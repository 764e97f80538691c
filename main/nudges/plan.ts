/**
 * Nudge planning: which reminders are due for the diary at one instant. Pure — the clock,
 * the questions, the settings and the snoozes all come in as arguments — so the same
 * answer feeds the scheduler's notifications, `forelog due` and the Desk list.
 *
 * Rules, for unresolved questions only (the caller leaves resolved and void ones out):
 * - checkin: `checkin_days` (the question's, else the diary default; 0 = never) calendar
 *   days after the latest revision — or after the opening when there is none — at the
 *   same wall-clock time in the question's time zone. A wall time that falls in a DST gap
 *   or repeat is resolved by RFC 5545 §3.3.5 (see shared/time.ts). It stays due until the
 *   user revises (the next one counts from the new revision) and is shown only while the
 *   window is still open; a check-in falling at or after the close is never planned.
 * - closing_soon: from `closing_soon_hours` before the close until the close.
 * - window_closed: from the close until `overdue_after_days` calendar days after it (same
 *   wall-clock time in the question's zone, as for check-ins, so "3 days" means three
 *   days on the user's calendar even across a DST change).
 * - overdue: from then on, until resolved.
 * A snooze hides its (question, kind) nudge while `until` is in the future.
 */
import { NUDGE_KINDS, type NudgeKind, type Settings } from '../../shared/domain';
import { addCalendarDays, isValidTimeZone, wallTimeAt, wallTimeToInstant } from '../../shared/time';

export { NUDGE_KINDS, type NudgeKind };

/**
 * What planning needs of one unresolved question — not its history: the store hands over
 * exactly this, so planning a large diary reads a few columns per open question.
 */
export interface PlanQuestion {
  id: string;
  title: string;
  /** Epoch ms. */
  opened_at: number;
  /** Epoch ms. */
  closes_at: number;
  /** IANA zone; an unknown one falls back to the diary's (see `nudgeTimeZone`). */
  time_zone: string;
  /** The question's own check-in cadence in days; null: the diary default. */
  checkin_days: number | null;
  /** Time of the latest revision (epoch ms), null when there is none. */
  last_forecast_at: number | null;
}

export interface Nudge {
  question_id: string;
  title: string;
  kind: NudgeKind;
  /** Epoch ms at which it became due: the check-in instant, close − hours, close, or close + overdue days. */
  due_at: number;
}

/** The user asked not to see this (question, kind) nudge before `until` (epoch ms). */
export interface Snooze {
  question_id: string;
  kind: NudgeKind;
  until: number;
}

const HOUR_MS = 3_600_000;

/** The zone a question's nudges are placed in: its own, else the diary's, else UTC. */
export function nudgeTimeZone(question: Pick<PlanQuestion, 'time_zone'>, settings: Settings): string {
  if (isValidTimeZone(question.time_zone)) return question.time_zone;
  if (isValidTimeZone(settings.time_zone)) return settings.time_zone;
  return 'UTC';
}

// The scheduler re-plans every minute from the same anchors, and each shift costs several
// Intl formatting calls (tens of µs each); the answer depends only on the arguments (the
// runtime's tz data is fixed for the process), so it is remembered. Bounded by clearing, at
// a size that holds a check-in and an overdue instant for every open question of a very
// large diary (about 10 MB), so the minute tick does not start from nothing each time.
const shiftMemo = new Map<string, number>();
const SHIFT_MEMO_LIMIT = 100_000;

/**
 * `days` calendar days after `ms` at the same wall-clock time in `timeZone`. Keeps the
 * sub-second part of `ms`, which wall times (whole seconds) would otherwise drop.
 */
export function sameWallTimeDaysLater(ms: number, days: number, timeZone: string): number {
  const key = `${ms}|${days}|${timeZone}`;
  const known = shiftMemo.get(key);
  if (known !== undefined) return known;
  const subSecond = ((ms % 1000) + 1000) % 1000;
  const result = wallTimeToInstant(addCalendarDays(wallTimeAt(ms, timeZone), days), timeZone) + subSecond;
  if (shiftMemo.size >= SHIFT_MEMO_LIMIT) shiftMemo.clear();
  shiftMemo.set(key, result);
  return result;
}

/** Whole calendar days from a setting; fractions are dropped and negatives count as 0. */
function wholeDays(value: number): number {
  return Number.isFinite(value) && value > 0 ? Math.floor(value) : 0;
}

/**
 * The instant of the question's pending check-in, whether or not it has come due yet;
 * null when check-ins are off for it (cadence 0) or its times cannot be read.
 */
export function checkinAt(question: PlanQuestion, settings: Settings): number | null {
  const days = wholeDays(question.checkin_days ?? settings.default_checkin_days);
  if (days === 0) return null;
  const anchor = question.last_forecast_at ?? question.opened_at;
  if (!Number.isFinite(anchor)) return null;
  return sameWallTimeDaysLater(anchor, days, nudgeTimeZone(question, settings));
}

/** The instant a closed, unresolved question turns from "window closed" to "overdue". */
export function overdueAt(close: number, zone: string, settings: Settings): number {
  return sameWallTimeDaysLater(close, wholeDays(settings.overdue_after_days), zone);
}

/**
 * The (question, kind) nudges a snooze hides at `now`, keyed `kind|question_id`, each with
 * when its snooze ends: looked up once per nudge however many snoozes the diary holds.
 */
export function activeSnoozes(snoozes: readonly Snooze[], now: number): Map<string, number> {
  const active = new Map<string, number>();
  for (const s of snoozes) {
    if (s.until <= now) continue;
    const key = `${s.kind}|${s.question_id}`;
    active.set(key, Math.max(active.get(key) ?? s.until, s.until));
  }
  return active;
}

const KIND_ORDER = new Map(NUDGE_KINDS.map((k, i) => [k, i]));
const DAY_MS = 86_400_000;

/** Appends to `out` the nudges of one question due at `now`; the rules of the module comment, in one place. */
function planQuestion(q: PlanQuestion, settings: Settings, snoozed: ReadonlyMap<string, number>, soonMs: number, now: number, out: Nudge[]): void {
  const close = q.closes_at;
  if (!Number.isFinite(close)) return;
  const add = (kind: NudgeKind, due_at: number): void => {
    if (!snoozed.has(`${kind}|${q.id}`)) out.push({ question_id: q.id, title: q.title, kind, due_at });
  };
  if (now < close) {
    const checkin = checkinAt(q, settings);
    if (checkin !== null && checkin <= now && checkin < close) add('checkin', checkin);
    const soon = close - soonMs;
    if (soon <= now) add('closing_soon', soon);
  } else {
    const overdue = overdueAt(close, nudgeTimeZone(q, settings), settings);
    if (now < overdue) add('window_closed', close);
    else add('overdue', overdue);
  }
}

/**
 * Every nudge due at `now` (epoch ms), sorted by `due_at`, then title (then question id and
 * kind, so the order never depends on input order). A question whose close is not a finite
 * instant is left out: the service never stores such a question.
 */
export function planNudges(
  questions: readonly PlanQuestion[],
  settings: Settings,
  snoozes: readonly Snooze[],
  now: number,
): Nudge[] {
  const nudges: Nudge[] = [];
  const snoozed = activeSnoozes(snoozes, now);
  const soonMs = Math.max(0, settings.closing_soon_hours) * HOUR_MS;
  for (const q of questions) planQuestion(q, settings, snoozed, soonMs, now, nudges);
  // One collator for the whole sort: `localeCompare(…, 'en')` per pair sets one up each time.
  const byTitle = new Intl.Collator('en').compare;
  return nudges.sort(
    (a, b) =>
      a.due_at - b.due_at ||
      byTitle(a.title, b.title) ||
      (a.question_id < b.question_id ? -1 : a.question_id > b.question_id ? 1 : 0) ||
      (KIND_ORDER.get(a.kind) ?? 0) - (KIND_ORDER.get(b.kind) ?? 0),
  );
}

/**
 * How many questions need attention: the Desk lists questions, not nudges (a question closing
 * soon with a check-in due is one thing to do), and the tray, the dock and the top bar show
 * the same number.
 */
export function dueQuestionCount(nudges: readonly Nudge[]): number {
  return new Set(nudges.map((n) => n.question_id)).size;
}

/**
 * `dueQuestionCount(planNudges(…))` without working out instants that cannot change the
 * answer, for the count every screen and the tray show: a closed question is due whichever
 * of its two nudges applies unless one of them is snoozed, and a check-in more than two days
 * from `now` is settled by arithmetic (a shift of N calendar days differs from N × 24 h by at
 * most the change in UTC offset, under 26 h, plus as much again for a gap). Anything nearer
 * is planned exactly.
 */
export function countDueQuestions(questions: readonly PlanQuestion[], settings: Settings, snoozes: readonly Snooze[], now: number): number {
  const snoozed = activeSnoozes(snoozes, now);
  const soonMs = Math.max(0, settings.closing_soon_hours) * HOUR_MS;
  const margin = 2 * DAY_MS;
  const scratch: Nudge[] = [];
  let count = 0;
  for (const q of questions) {
    const close = q.closes_at;
    if (!Number.isFinite(close)) continue;
    if (now >= close) {
      if (!snoozed.has(`window_closed|${q.id}`) && !snoozed.has(`overdue|${q.id}`)) {
        count++;
        continue;
      }
    } else {
      if (close - soonMs <= now && !snoozed.has(`closing_soon|${q.id}`)) {
        count++;
        continue;
      }
      const days = wholeDays(q.checkin_days ?? settings.default_checkin_days);
      const anchor = q.last_forecast_at ?? q.opened_at;
      const roughly = anchor + days * DAY_MS;
      if (days === 0 || !Number.isFinite(anchor) || now < roughly - margin || snoozed.has(`checkin|${q.id}`)) continue;
    }
    scratch.length = 0;
    planQuestion(q, settings, snoozed, soonMs, now, scratch);
    if (scratch.length > 0) count++;
  }
  return count;
}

- **Task brief**
All lines from the one containing "scratch.length = 0;" through the end of the listing must be transcribed exactly. No other lines belong in the answer.

- **Output of the exercise**
    scratch.length = 0;
    planQuestion(q, settings, snoozed, soonMs, now, scratch);
    if (scratch.length > 0) count++;
  }
  return count;
}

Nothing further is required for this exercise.